→ Task instructions
Locate all lines in the data below that hold "over" and show them.

Stored records

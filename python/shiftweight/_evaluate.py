"""Estimating target-population performance before target labels exist.

- ``iw_cross_validate``: importance-weighted cross-validation (IWCV; Sugiyama, Krauledat, Mueller
  2007, JMLR 8) for any scikit-learn-compatible model. In every fold the training part is fitted
  with its weights (passed as ``sample_weight``) and the held-out part is scored with its weights.
- ``compare_weighting``: the same estimate for weighted and unweighted training side by side,
  paired over the same folds, with a plain-words verdict.
- ``weighted_metric``: a weighted metric with a confidence interval that accounts for the weights.

The Python layer only loops over folds and calls the user's model; per-row losses, weighted means,
standard errors, intervals and the verdict are computed in the Rust core (``shiftweight::metrics``).

Cautions: these estimates assume covariate shift only (p(y | x) unchanged) and weights that reflect
the target population; they are unreliable when few rows carry the weight (low effective sample
size). Confirm on labelled target data before decisions depend on them.
"""

from __future__ import annotations

import copy
import html
import inspect
from typing import Any, Callable, Dict, List, Mapping, Optional, Sequence, Tuple, Union

import numpy as np

from . import _native
from ._validation import as_vector

__all__ = [
    "iw_cross_validate",
    "compare_weighting",
    "weighted_metric",
    "CrossValidatedRisk",
    "WeightingComparison",
    "MetricEstimate",
]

→ Answer space
  paired over the same folds, with a plain-words verdict.
The Python layer only loops over folds and calls the user's model; per-row losses, weighted means,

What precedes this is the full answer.